▶ _WORK TASK_:
Only certain lines below are wanted: those starting at the line containing "Eigen::VectorXd second_order(const ReducedProblem&" and ending at the line containing "bool is_quadratic(const ReducedProblem&", both included, each retyped exactly.

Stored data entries
· · ·
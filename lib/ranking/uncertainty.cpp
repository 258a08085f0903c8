#include "ranking/uncertainty.hpp"

#include <algorithm>
#include <cmath>

#include "ranking/effective_parameters.hpp"

namespace spinsieve {
namespace {

/// Second-order changes below this part of the largest form are rounding (their first-order parts
/// were cut at rank_tolerance, which leaves its square times the condition of J).
constexpr double second_order_tolerance = 1e-6;

/// An amplitude that may grow this much past the fitted moments without raising χ² by 1 is
/// undetermined for every purpose.
constexpr double endless = 1e6;

Eigen::MatrixXd null_space(const Eigen::MatrixXd& A) {
  if (A.rows() == 0) return Eigen::MatrixXd::Identity(A.cols(), A.cols());
  const Eigen::JacobiSVD<Eigen::MatrixXd> svd(A, Eigen::ComputeFullV);
  Eigen::Index rank = 0;
  while (rank < svd.singularValues().size() && svd.singularValues()(0) > 0 &&
         svd.singularValues()(rank) > rank_tolerance * svd.singularValues()(0))
    ++rank;
  return svd.matrixV().rightCols(A.cols() - rank);
}

/// Directions of x that keep the equalities to first order.
Eigen::MatrixXd tangent(const ReducedProblem& problem, const Eigen::VectorXd& x) {
  const FormRows& constraints = problem.constraints();
  const auto first = static_cast<Eigen::Index>(problem.limits());
  const Eigen::Index r = problem.parameters();
  Eigen::MatrixXd slopes = Eigen::MatrixXd::Zero(constraints.size() - first, x.size());
  for (Eigen::Index i = first; i < constraints.size(); ++i)
    slopes.row(i - first).head(r) = 2 * (constraints.form(i, r) * x.head(r)).transpose();
  return null_space(slopes);
}

/// Second derivative of the whitened rows along a pair of directions of (z, κ).
Eigen::VectorXd second_order(const ReducedProblem& problem, const Eigen::VectorXd& x,
                             const Eigen::VectorXd& v, const Eigen::VectorXd& w) {
  const FormRows& rows = problem.rows();
  const Eigen::Index r = problem.parameters();
  const auto slots = static_cast<Eigen::Index>(problem.slots().size());
  Eigen::VectorXd result = Eigen::VectorXd::Zero(rows.size() + slots);
  for (Eigen::Index s = 0; s < rows.size(); ++s) {
    const auto A = rows.form(s, r);
    if (rows.one_sided[static_cast<std::size_t>(s)] != 0) continue;
    const int slot = rows.slot[static_cast<std::size_t>(s)];
    if (slot < 0) {
      result(s) = 2 * v.head(r).dot(A * w.head(r));
      continue;
    }
    const Eigen::VectorXd slope = A * x.head(r);
    const double kappa = x(r + slot);
    result(s) =
        2 * kappa * kappa * v.head(r).dot(A * w.head(r)) +
        4 * kappa * (v(r + slot) * slope.dot(w.head(r)) + w(r + slot) * slope.dot(v.head(r))) +
        2 * v(r + slot) * w(r + slot) * slope.dot(x.head(r));
  }
  for (Eigen::Index k = 0; k < slots; ++k) {
    const ScaleSlot& slot = problem.slots()[static_cast<std::size_t>(k)];
    if (slot.measured) result(rows.size() + k) = 2 * v(r + k) * w(r + k) / slot.sigma;
  }
  return result;
}

/// Whether over the first-order sigma of a direction, 1/slope, the second-order change of the
/// intensities exceeds the first-order one (which is 1 by definition): the amplitude is not
/// significantly different from zero and a symmetric error would be wrong.
bool is_quadratic(const ReducedProblem& problem, const Eigen::VectorXd& x,
                  const Eigen::VectorXd& direction, const Eigen::MatrixXd& range, double slope) {
  Eigen::VectorXd change = second_order(problem, x, direction, direction);
  change -= range * (range.transpose() * change);
  return 0.5 * change.norm() > slope * slope;
}

/// Splits the null directions W of the Jacobian: undetermined ones first, then those at zero.
struct Split {
  Eigen::MatrixXd flat;
  Eigen::MatrixXd curved;
};

Split split(const ReducedProblem& problem, const Eigen::VectorXd& x, const Eigen::MatrixXd& W,
            const Eigen::MatrixXd& range) {
  const Eigen::Index d = W.cols();
  const Eigen::Index rows = range.rows();
  Eigen::MatrixXd stacked(d * rows, d);
  double largest = 0;
  for (Eigen::Index i = 0; i < d; ++i)
    for (Eigen::Index j = 0; j < d; ++j) {
      Eigen::VectorXd change = second_order(problem, x, W.col(i), W.col(j));
      largest = std::max(largest, change.norm());
      change -= range * (range.transpose() * change);
      stacked.block(j * rows, i, rows, 1) = change;
    }
  const Eigen::JacobiSVD<Eigen::MatrixXd> svd(stacked, Eigen::ComputeFullV);
  const double least = second_order_tolerance * largest;
  Eigen::Index curved = 0;
  while (curved < std::min(d, svd.singularValues().size()) && svd.singularValues()(curved) > least)
    ++curved;
  return {W * svd.matrixV().rightCols(d - curved), W * svd.matrixV().leftCols(curved)};
}

/// The step along a direction that raises χ² by 1, the longer of both signs.
double width(ChiSquare& objective, const Eigen::VectorXd& x, const Eigen::VectorXd& direction,
             double longest) {
  const double base = objective.plain(x);
  double result = 0;
  for (const double sign : {1.0, -1.0}) {
    double low = 0;
    double high = 1e-6 * longest;
    while (high < longest && objective.plain(x + sign * high * direction) < base + 1) {
      low = high;
      high *= 2;
    }
    for (int halving = 0; halving < 50; ++halving) {
      const double middle = 0.5 * (low + high);
      (objective.plain(x + sign * middle * direction) < base + 1 ? low : high) = middle;
    }
    result = std::max(result, high);
  }
  return result;
}

}  // namespace

Uncertainty uncertainty(const ReducedProblem& problem, ChiSquare& objective,
                        const Eigen::VectorXd& x) {
  const Eigen::Index n = problem.basis().rows();
  const Eigen::Index r = problem.parameters();
  Uncertainty result;
  result.covariance = Eigen::MatrixXd::Zero(n, n);
  result.at_zero.resize(n, 0);
  Eigen::MatrixXd loose = problem.unseen();
  const auto add_loose = [&loose](const Eigen::VectorXd& direction) {
    loose.conservativeResize(Eigen::NoChange, loose.cols() + 1);
    loose.col(loose.cols() - 1) = direction.normalized();
  };
  if (x.size() > 0) {
    const Eigen::MatrixXd T = tangent(problem, x);
    const Eigen::MatrixXd jacobian = objective.jacobian(x) * T;
    const Eigen::JacobiSVD<Eigen::MatrixXd> svd(jacobian,
                                                Eigen::ComputeThinU | Eigen::ComputeFullV);
    const Eigen::VectorXd& values = svd.singularValues();
    // Against the strongest response that moments of this size can give: at c = 0 J vanishes.
    const double scale = problem.rows().packed.norm() * std::max(x.norm(), 1e-150);
    const double top = values.size() > 0 ? values(0) : 0.0;
    Eigen::Index rank = 0;
    while (rank < values.size() && values(rank) > rank_tolerance * top &&
           values(rank) > rank_tolerance * rank_tolerance * scale)
      ++rank;
    while (rank > 0 && is_quadratic(problem, x, T * svd.matrixV().col(rank - 1),
                                    svd.matrixU().leftCols(rank - 1), values(rank - 1)))
      --rank;
    for (Eigen::Index j = 0; j < rank; ++j) {
      const Eigen::VectorXd in_c = problem.basis() * (T * svd.matrixV().col(j)).head(r);
      result.covariance += in_c * in_c.transpose() / (values(j) * values(j));
    }
    const Eigen::MatrixXd W = T * svd.matrixV().rightCols(T.cols() - rank);
    if (W.cols() > 0) {
      const Split parts = split(problem, x, W, svd.matrixU().leftCols(rank));
      for (Eigen::Index j = 0; j < parts.flat.cols(); ++j) {
        const Eigen::VectorXd in_c = problem.basis() * parts.flat.col(j).head(r);
        if (in_c.norm() > 0) add_loose(in_c);
      }
      for (Eigen::Index j = 0; j < parts.curved.cols(); ++j) {
        const Eigen::VectorXd in_c = problem.basis() * parts.curved.col(j).head(r);
        if (!(in_c.norm() > 0)) continue;
        const double longest = endless * std::max(x.norm(), 1.0);
        const double step = width(objective, x, parts.curved.col(j), longest);
        if (step >= longest) {
          add_loose(in_c);
          continue;
        }
        result.at_zero.conservativeResize(Eigen::NoChange, result.at_zero.cols() + 1);
        result.at_zero.col(result.at_zero.cols() - 1) = in_c.normalized();
        result.at_zero_width.push_back(step * in_c.norm());
      }
    }
  }
  result.undetermined.resize(n, 0);
  if (loose.cols() > 0) {
    Eigen::ColPivHouseholderQR<Eigen::MatrixXd> qr(loose);
    qr.setThreshold(rank_tolerance);
    const Eigen::MatrixXd Q = qr.householderQ() * Eigen::MatrixXd::Identity(n, qr.rank());
    result.undetermined = Q;
  }
  return result;
}

}  // namespace spinsieve
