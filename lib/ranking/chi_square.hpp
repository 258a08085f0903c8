#pragma once

#include <Eigen/Dense>

#include "ranking/reduced_problem.hpp"

namespace spinsieve {

/// χ² of a reduced problem with exact first and second derivatives.
///
/// Variables x = (z, κ): the reduced parameters, then one κ per scale slot, the factor being κ².
/// Constraints enter by an augmented Lagrangian, Σ w (g + λ/w)² with g = zᵀ A z − target, for
/// limits only while positive (Nocedal & Wright 2006, Numerical Optimization, section 17.3).
class ChiSquare {
 public:
  explicit ChiSquare(const ReducedProblem& problem);

  Eigen::Index size() const noexcept { return parameters_ + slots_; }

  /// Without the constraint terms: the χ² that is reported.
  double plain(const Eigen::VectorXd& x);

  /// With the constraint terms.
  double value(const Eigen::VectorXd& x);

  /// Returns value(x); fills the gradient and the symmetric Hessian of size().
  double derivatives(const Eigen::VectorXd& x, Eigen::VectorXd& gradient, Eigen::MatrixXd& hessian);

  /// The whitened Jacobian of rows and measured scales with respect to x.
  Eigen::MatrixXd jacobian(const Eigen::VectorXd& x);

  /// Largest violation of a constraint or of complementarity (a limit with a multiplier that is
  /// not reached), in units of the limit.
  double violation(const Eigen::VectorXd& x);

  /// λ ← λ + w g for the solution of the last round, then w ← weight. Starts over with reset().
  void update_multipliers(const Eigen::VectorXd& x, double weight);
  void reset(double weight);

  /// Scales a direction so that χ² is least along it, and finds the scale slots by linear least
  /// squares. z: in and out through x.
  void scale_to_data(Eigen::VectorXd& x);

 private:
  void evaluate(const Eigen::VectorXd& x);
  double constraint_terms(const Eigen::VectorXd& x);

  const ReducedProblem* problem_;
  Eigen::Index parameters_;
  Eigen::Index slots_;
  Eigen::VectorXd multipliers_;
  double weight_ = 1;
  // Work space of one evaluation; kept to avoid allocation in the innermost loop.
  Eigen::MatrixXd products_;  ///< A_s z as columns.
  Eigen::VectorXd q_;         ///< zᵀ A_s z.
  Eigen::VectorXd factor_;    ///< 1 or κ².
  Eigen::VectorXd residual_;  ///< 0 where a one-sided row is met.
  Eigen::VectorXd active_;    ///< 0 or 1.
  Eigen::VectorXd weights_;
  Eigen::MatrixXd weighted_;
};

}  // namespace spinsieve
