#include "ranking/random_draws.hpp"

#include <cmath>
#include <numbers>

namespace spinsieve {
namespace {

/// Makes neighbouring seeds and streams unlike. Source: Steele, Lea & Flood (2014), OOPSLA,
/// the SplitMix64 finaliser.
std::uint64_t mixed(std::uint64_t x) {
  x += 0x9e3779b97f4a7c15U;
  x = (x ^ (x >> 30U)) * 0xbf58476d1ce4e5b9U;
  x = (x ^ (x >> 27U)) * 0x94d049bb133111ebU;
  return x ^ (x >> 31U);
}

}  // namespace

RandomDraws::RandomDraws(std::uint64_t seed, std::uint64_t stream)
    : generator_(mixed(mixed(seed) + stream)) {}

double RandomDraws::uniform() { return (static_cast<double>(generator_() >> 11U) + 0.5) * 0x1p-53; }

double RandomDraws::normal() {  // Box & Muller (1958), Ann. Math. Stat. 29, 610
  if (has_kept_) {
    has_kept_ = false;
    return kept_;
  }
  const double radius = std::sqrt(-2 * std::log(uniform()));
  const double angle = 2 * std::numbers::pi * uniform();
  kept_ = radius * std::sin(angle);
  has_kept_ = true;
  return radius * std::cos(angle);
}

Eigen::VectorXd RandomDraws::normal_vector(Eigen::Index size) {
  Eigen::VectorXd result(size);
  for (double& value : result) value = normal();
  return result;
}

}  // namespace spinsieve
· · ·
▶ _REPLY TO THE EXERCISE_:
Eigen::VectorXd second_order(const ReducedProblem& problem, const Eigen::VectorXd& x,
                             const Eigen::VectorXd& v, const Eigen::VectorXd& w) {
  const FormRows& rows = problem.rows();
  const Eigen::Index r = problem.parameters();
  const auto slots = static_cast<Eigen::Index>(problem.slots().size());
  Eigen::VectorXd result = Eigen::VectorXd::Zero(rows.size() + slots);
  for (Eigen::Index s = 0; s < rows.size(); ++s) {
    const auto A = rows.form(s, r);
    if (rows.one_sided[static_cast<std::size_t>(s)] != 0) continue;
    const int slot = rows.slot[static_cast<std::size_t>(s)];
    if (slot < 0) {
      result(s) = 2 * v.head(r).dot(A * w.head(r));
      continue;
    }
    const Eigen::VectorXd slope = A * x.head(r);
    const double kappa = x(r + slot);
    result(s) =
        2 * kappa * kappa * v.head(r).dot(A * w.head(r)) +
        4 * kappa * (v(r + slot) * slope.dot(w.head(r)) + w(r + slot) * slope.dot(v.head(r))) +
        2 * v(r + slot) * w(r + slot) * slope.dot(x.head(r));
  }
  for (Eigen::Index k = 0; k < slots; ++k) {
    const ScaleSlot& slot = problem.slots()[static_cast<std::size_t>(k)];
    if (slot.measured) result(rows.size() + k) = 2 * v(r + k) * w(r + k) / slot.sigma;
  }
  return result;
}

/// Whether over the first-order sigma of a direction, 1/slope, the second-order change of the
/// intensities exceeds the first-order one (which is 1 by definition): the amplitude is not
/// significantly different from zero and a symmetric error would be wrong.
bool is_quadratic(const ReducedProblem& problem, const Eigen::VectorXd& x,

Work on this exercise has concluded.